◆ The data

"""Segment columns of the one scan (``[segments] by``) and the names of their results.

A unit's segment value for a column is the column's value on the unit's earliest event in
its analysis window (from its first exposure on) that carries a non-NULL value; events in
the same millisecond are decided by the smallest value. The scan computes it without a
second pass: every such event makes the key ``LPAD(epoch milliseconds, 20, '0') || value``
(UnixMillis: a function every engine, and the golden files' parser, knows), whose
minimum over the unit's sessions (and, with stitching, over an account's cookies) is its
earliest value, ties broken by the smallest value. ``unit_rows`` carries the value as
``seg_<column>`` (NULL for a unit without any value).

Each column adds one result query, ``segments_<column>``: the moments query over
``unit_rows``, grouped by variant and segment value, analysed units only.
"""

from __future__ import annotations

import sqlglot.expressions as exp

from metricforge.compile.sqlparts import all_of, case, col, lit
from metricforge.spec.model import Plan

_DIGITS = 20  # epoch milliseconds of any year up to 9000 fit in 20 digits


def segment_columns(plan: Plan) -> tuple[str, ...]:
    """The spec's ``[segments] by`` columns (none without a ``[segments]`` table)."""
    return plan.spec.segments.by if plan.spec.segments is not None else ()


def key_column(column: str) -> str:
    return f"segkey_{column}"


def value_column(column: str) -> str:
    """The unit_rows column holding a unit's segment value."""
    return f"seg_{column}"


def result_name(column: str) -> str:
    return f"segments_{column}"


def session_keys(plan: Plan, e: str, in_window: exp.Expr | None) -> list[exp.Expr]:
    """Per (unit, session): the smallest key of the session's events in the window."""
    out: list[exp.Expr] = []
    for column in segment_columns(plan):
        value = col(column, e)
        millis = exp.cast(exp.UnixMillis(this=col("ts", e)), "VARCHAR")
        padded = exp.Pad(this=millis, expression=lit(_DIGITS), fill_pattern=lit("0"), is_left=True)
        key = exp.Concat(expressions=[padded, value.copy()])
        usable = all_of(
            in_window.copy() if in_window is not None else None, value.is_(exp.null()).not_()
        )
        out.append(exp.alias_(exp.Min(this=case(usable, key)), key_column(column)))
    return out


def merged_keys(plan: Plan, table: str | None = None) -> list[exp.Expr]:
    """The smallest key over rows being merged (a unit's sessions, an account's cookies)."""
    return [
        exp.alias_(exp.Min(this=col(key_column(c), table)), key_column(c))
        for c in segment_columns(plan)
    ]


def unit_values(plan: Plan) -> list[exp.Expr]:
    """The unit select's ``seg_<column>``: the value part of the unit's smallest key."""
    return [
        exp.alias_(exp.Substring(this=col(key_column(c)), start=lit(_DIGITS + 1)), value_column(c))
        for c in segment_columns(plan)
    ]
==
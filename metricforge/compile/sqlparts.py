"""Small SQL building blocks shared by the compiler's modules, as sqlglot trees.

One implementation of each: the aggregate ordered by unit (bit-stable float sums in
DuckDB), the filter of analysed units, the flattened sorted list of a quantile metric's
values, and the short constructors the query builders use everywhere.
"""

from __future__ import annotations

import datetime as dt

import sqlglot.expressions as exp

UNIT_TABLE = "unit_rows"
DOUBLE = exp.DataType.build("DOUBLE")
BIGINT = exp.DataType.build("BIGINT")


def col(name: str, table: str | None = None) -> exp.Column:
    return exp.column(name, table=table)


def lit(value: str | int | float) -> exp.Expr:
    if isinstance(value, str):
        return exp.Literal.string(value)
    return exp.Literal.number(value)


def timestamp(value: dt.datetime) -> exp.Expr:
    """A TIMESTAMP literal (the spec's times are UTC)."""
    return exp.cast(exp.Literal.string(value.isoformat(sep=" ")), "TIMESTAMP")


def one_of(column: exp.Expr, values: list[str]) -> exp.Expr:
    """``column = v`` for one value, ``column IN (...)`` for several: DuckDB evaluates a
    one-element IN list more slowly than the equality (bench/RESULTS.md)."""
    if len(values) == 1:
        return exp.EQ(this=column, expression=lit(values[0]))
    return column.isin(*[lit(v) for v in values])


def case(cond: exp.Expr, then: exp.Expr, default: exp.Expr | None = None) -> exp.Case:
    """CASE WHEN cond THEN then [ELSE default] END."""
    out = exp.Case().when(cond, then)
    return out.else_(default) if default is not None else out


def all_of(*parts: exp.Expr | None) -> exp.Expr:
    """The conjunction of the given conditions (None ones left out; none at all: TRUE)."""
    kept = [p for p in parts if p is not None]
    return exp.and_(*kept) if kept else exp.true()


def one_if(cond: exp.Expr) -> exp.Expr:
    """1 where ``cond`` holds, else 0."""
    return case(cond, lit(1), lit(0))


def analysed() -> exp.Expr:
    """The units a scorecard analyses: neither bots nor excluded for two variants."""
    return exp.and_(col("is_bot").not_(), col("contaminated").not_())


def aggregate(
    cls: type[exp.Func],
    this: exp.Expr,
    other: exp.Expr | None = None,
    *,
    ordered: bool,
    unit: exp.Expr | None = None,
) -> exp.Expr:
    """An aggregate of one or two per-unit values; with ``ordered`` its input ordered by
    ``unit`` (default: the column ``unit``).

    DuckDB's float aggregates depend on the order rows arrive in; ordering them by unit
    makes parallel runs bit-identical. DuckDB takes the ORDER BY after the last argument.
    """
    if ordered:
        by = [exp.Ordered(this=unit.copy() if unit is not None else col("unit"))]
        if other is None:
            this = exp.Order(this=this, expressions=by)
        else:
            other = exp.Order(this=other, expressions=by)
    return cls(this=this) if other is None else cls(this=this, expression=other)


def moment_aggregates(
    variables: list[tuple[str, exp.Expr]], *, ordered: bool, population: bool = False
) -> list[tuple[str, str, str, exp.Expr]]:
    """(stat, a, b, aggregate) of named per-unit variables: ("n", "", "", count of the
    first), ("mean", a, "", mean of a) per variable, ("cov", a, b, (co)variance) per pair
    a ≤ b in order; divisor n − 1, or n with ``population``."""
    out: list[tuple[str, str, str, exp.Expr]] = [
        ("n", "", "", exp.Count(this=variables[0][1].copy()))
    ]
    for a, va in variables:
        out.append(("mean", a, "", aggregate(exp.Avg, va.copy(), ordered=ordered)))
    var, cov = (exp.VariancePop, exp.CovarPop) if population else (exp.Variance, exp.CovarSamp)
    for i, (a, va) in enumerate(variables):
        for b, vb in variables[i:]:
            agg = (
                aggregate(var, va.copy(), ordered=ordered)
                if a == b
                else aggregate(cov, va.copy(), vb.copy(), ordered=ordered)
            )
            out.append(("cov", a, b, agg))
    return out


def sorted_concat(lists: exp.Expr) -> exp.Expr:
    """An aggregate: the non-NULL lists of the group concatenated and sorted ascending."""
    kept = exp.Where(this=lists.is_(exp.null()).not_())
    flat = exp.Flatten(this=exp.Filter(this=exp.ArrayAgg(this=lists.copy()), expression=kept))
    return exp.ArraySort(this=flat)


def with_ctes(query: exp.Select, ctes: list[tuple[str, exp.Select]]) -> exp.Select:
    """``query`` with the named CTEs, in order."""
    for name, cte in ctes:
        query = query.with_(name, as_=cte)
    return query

◆ What to do
When the line with "of their results." is reached in the data above, start copying there, and copy each line exactly until the line with "(UnixMillis: a function" has been copied; copy nothing else.

◆ Task output
"""Segment columns of the one scan (``[segments] by``) and the names of their results.

A unit's segment value for a column is the column's value on the unit's earliest event in
its analysis window (from its first exposure on) that carries a non-NULL value; events in
the same millisecond are decided by the smallest value. The scan computes it without a
second pass: every such event makes the key ``LPAD(epoch milliseconds, 20, '0') || value``
(UnixMillis: a function every engine, and the golden files' parser, knows), whose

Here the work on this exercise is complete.